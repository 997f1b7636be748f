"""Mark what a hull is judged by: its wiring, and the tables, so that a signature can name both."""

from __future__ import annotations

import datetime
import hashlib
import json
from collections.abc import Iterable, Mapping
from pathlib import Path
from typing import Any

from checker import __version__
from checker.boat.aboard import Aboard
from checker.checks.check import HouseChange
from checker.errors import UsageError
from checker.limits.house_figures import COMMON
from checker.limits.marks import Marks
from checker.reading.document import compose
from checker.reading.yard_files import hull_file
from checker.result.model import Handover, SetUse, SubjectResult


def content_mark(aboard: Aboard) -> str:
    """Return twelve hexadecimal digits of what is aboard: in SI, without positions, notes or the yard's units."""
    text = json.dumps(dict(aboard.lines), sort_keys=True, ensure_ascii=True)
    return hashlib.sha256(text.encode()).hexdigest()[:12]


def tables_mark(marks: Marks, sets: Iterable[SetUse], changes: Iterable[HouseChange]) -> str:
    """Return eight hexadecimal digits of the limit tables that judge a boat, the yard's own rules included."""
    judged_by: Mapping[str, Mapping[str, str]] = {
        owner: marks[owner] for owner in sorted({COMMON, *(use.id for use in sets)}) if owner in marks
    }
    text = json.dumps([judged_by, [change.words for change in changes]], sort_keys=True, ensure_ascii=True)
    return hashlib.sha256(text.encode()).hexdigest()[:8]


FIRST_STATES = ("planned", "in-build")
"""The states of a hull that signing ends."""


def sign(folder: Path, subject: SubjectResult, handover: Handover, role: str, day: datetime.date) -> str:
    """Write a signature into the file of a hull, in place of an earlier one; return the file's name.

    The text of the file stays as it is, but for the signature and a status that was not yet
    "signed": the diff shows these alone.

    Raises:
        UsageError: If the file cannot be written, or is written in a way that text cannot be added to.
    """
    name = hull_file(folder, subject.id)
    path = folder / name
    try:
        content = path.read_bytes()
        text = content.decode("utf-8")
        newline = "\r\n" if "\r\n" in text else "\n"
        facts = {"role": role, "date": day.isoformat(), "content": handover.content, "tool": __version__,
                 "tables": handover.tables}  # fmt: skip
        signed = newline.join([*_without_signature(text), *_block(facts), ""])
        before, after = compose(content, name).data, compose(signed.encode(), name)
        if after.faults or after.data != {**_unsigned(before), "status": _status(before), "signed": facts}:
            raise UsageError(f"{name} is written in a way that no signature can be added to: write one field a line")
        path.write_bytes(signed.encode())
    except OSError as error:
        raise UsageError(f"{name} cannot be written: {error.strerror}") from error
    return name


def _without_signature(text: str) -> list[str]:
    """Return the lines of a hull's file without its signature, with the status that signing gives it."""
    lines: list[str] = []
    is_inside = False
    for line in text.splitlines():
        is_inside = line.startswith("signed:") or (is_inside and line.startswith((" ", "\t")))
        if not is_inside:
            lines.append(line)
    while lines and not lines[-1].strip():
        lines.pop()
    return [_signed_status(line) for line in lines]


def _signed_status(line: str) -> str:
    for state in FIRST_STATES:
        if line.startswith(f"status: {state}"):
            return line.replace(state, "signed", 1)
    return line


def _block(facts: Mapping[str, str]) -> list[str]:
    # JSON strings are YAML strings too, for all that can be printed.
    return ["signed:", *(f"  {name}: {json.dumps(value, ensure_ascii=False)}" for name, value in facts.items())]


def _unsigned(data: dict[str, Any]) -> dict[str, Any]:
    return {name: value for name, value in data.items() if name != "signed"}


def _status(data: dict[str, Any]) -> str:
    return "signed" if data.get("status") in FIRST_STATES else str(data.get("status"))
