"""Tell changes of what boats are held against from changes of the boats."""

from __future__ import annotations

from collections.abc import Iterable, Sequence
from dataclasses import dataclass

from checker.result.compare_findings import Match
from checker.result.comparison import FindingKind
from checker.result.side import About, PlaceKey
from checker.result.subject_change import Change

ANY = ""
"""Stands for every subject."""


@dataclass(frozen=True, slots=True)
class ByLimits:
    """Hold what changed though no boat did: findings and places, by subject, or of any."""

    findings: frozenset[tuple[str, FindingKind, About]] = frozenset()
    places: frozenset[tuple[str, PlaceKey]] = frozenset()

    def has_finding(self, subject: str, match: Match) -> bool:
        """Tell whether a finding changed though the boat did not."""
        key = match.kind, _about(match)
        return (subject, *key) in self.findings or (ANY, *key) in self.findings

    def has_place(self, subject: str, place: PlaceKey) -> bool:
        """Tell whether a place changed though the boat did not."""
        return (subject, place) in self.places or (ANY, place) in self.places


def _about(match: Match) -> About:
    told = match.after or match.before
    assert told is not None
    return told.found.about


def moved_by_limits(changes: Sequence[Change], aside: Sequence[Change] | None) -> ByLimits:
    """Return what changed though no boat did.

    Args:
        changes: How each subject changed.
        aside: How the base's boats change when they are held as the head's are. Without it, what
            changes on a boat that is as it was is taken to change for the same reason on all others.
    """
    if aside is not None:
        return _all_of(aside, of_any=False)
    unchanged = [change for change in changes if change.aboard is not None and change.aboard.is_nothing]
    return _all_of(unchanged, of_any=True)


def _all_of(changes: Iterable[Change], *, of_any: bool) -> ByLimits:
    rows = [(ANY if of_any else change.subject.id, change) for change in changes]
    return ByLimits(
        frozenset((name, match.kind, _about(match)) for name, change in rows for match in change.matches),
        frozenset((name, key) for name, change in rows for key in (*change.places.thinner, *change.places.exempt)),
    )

—————

■ TASK DESCRIPTION: Would you please return all of the data exactly?

■ WRITTEN SOLUTION:
repository 997f1b7636be748f
"""Mark what a hull is judged by: its wiring, and the tables, so that a signature can name both."""

from __future__ import annotations

import datetime
import hashlib
import json
from collections.abc import Iterable, Mapping
from pathlib import Path
from typing import Any

from checker import __version__
from checker.boat.aboard import Aboard
from checker.checks.check import HouseChange
from checker.errors import UsageError
from checker.limits.house_figures import COMMON
from checker.limits.marks import Marks
from checker.reading.document import compose
from checker.reading.yard_files import hull_file
from checker.result.model import Handover, SetUse, SubjectResult


def content_mark(aboard: Aboard) -> str:
    """Return twelve hexadecimal digits of what is aboard: in SI, without positions, notes or the yard's units."""
    text = json.dumps(dict(aboard.lines), sort_keys=True, ensure_ascii=True)
    return hashlib.sha256(text.encode()).hexdigest()[:12]


def tables_mark(marks: Marks, sets: Iterable[SetUse], changes: Iterable[HouseChange]) -> str:
    """Return eight hexadecimal digits of the limit tables that judge a boat, the yard's own rules included."""
    judged_by: Mapping[str, Mapping[str, str]] = {
        owner: marks[owner] for owner in sorted({COMMON, *(use.id for use in sets)}) if owner in marks
    }
    text = json.dumps([judged_by, [change.words for change in changes]], sort_keys=True, ensure_ascii=True)
    return hashlib.sha256(text.encode()).hexdigest()[:8]


FIRST_STATES = ("planned", "in-build")
"""The states of a hull that signing ends."""


def sign(folder: Path, subject: SubjectResult, handover: Handover, role: str, day: datetime.date) -> str:
    """Write a signature into the file of a hull, in place of an earlier one; return the file's name.

    The text of the file stays as it is, but for the signature and a status that was not yet
    "signed": the diff shows these alone.

    Raises:
        UsageError: If the file cannot be written, or is written in a way that text cannot be added to.
    """
    name = hull_file(folder, subject.id)
    path = folder / name
    try:
        content = path.read_bytes()
        text = content.decode("utf-8")
        newline = "\r\n" if "\r\n" in text else "\n"
        facts = {"role": role, "date": day.isoformat(), "content": handover.content, "tool": __version__,
                 "tables": handover.tables}  # fmt: skip
        signed = newline.join([*_without_signature(text), *_block(facts), ""])
        before, after = compose(content, name).data, compose(signed.encode(), name)
        if after.faults or after.data != {**_unsigned(before), "status": _status(before), "signed": facts}:
            raise UsageError(f"{name} is written in a way that no signature can be added to: write one field a line")
        path.write_bytes(signed.encode())
    except OSError as error:
        raise UsageError(f"{name} cannot be written: {error.strerror}") from error
    return name


def _without_signature(text: str) -> list[str]:
    """Return the lines of a hull's file without its signature, with the status that signing gives it."""
    lines: list[str] = []
    is_inside = False
    for line in text.splitlines():
        is_inside = line.startswith("signed:") or (is_inside and line.startswith((" ", "\t")))
        if not is_inside:
            lines.append(line)
    while lines and not lines[-1].strip():
        lines.pop()
    return [_signed_status(line) for line in lines]


def _signed_status(line: str) -> str:
    for state in FIRST_STATES:
        if line.startswith(f"status: {state}"):
            return line.replace(state, "signed", 1)
    return line


def _block(facts: Mapping[str, str]) -> list[str]:
    # JSON strings are YAML strings too, for all that can be printed.
    return ["signed:", *(f"  {name}: {json.dumps(value, ensure_ascii=False)}" for name, value in facts.items())]


def _unsigned(data: dict[str, Any]) -> dict[str, Any]:
    return {name: value for name, value in data.items() if name != "signed"}


def _status(data: dict[str, Any]) -> str:
    return "signed" if data.get("status") in FIRST_STATES else str(data.get("status"))
"""Tell changes of what boats are held against from changes of the boats."""

from __future__ import annotations

from collections.abc import Iterable, Sequence
from dataclasses import dataclass

from checker.result.compare_findings import Match
from checker.result.comparison import FindingKind
from checker.result.side import About, PlaceKey
from checker.result.subject_change import Change

ANY = ""
"""Stands for every subject."""


@dataclass(frozen=True, slots=True)
class ByLimits:
    """Hold what changed though no boat did: findings and places, by subject, or of any."""

    findings: frozenset[tuple[str, FindingKind, About]] = frozenset()
    places: frozenset[tuple[str, PlaceKey]] = frozenset()

    def has_finding(self, subject: str, match: Match) -> bool:
        """Tell whether a finding changed though the boat did not."""
        key = match.kind, _about(match)
        return (subject, *key) in self.findings or (ANY, *key) in self.findings

    def has_place(self, subject: str, place: PlaceKey) -> bool:
        """Tell whether a place changed though the boat did not."""
        return (subject, place) in self.places or (ANY, place) in self.places


def _about(match: Match) -> About:
    told = match.after or match.before
    assert told is not None
    return told.found.about


def moved_by_limits(changes: Sequence[Change], aside: Sequence[Change] | None) -> ByLimits:
    """Return what changed though no boat did.

    Args:
        changes: How each subject changed.
        aside: How the base's boats change when they are held as the head's are. Without it, what
            changes on a boat that is as it was is taken to change for the same reason on all others.
    """
    if aside is not None:
        return _all_of(aside, of_any=False)
    unchanged = [change for change in changes if change.aboard is not None and change.aboard.is_nothing]
    return _all_of(unchanged, of_any=True)


def _all_of(changes: Iterable[Change], *, of_any: bool) -> ByLimits:
    rows = [(ANY if of_any else change.subject.id, change) for change in changes]
    return ByLimits(
        frozenset((name, match.kind, _about(match)) for name, change in rows for match in change.matches),
        frozenset((name, key) for name, change in rows for key in (*change.places.thinner, *change.places.exempt)),
    )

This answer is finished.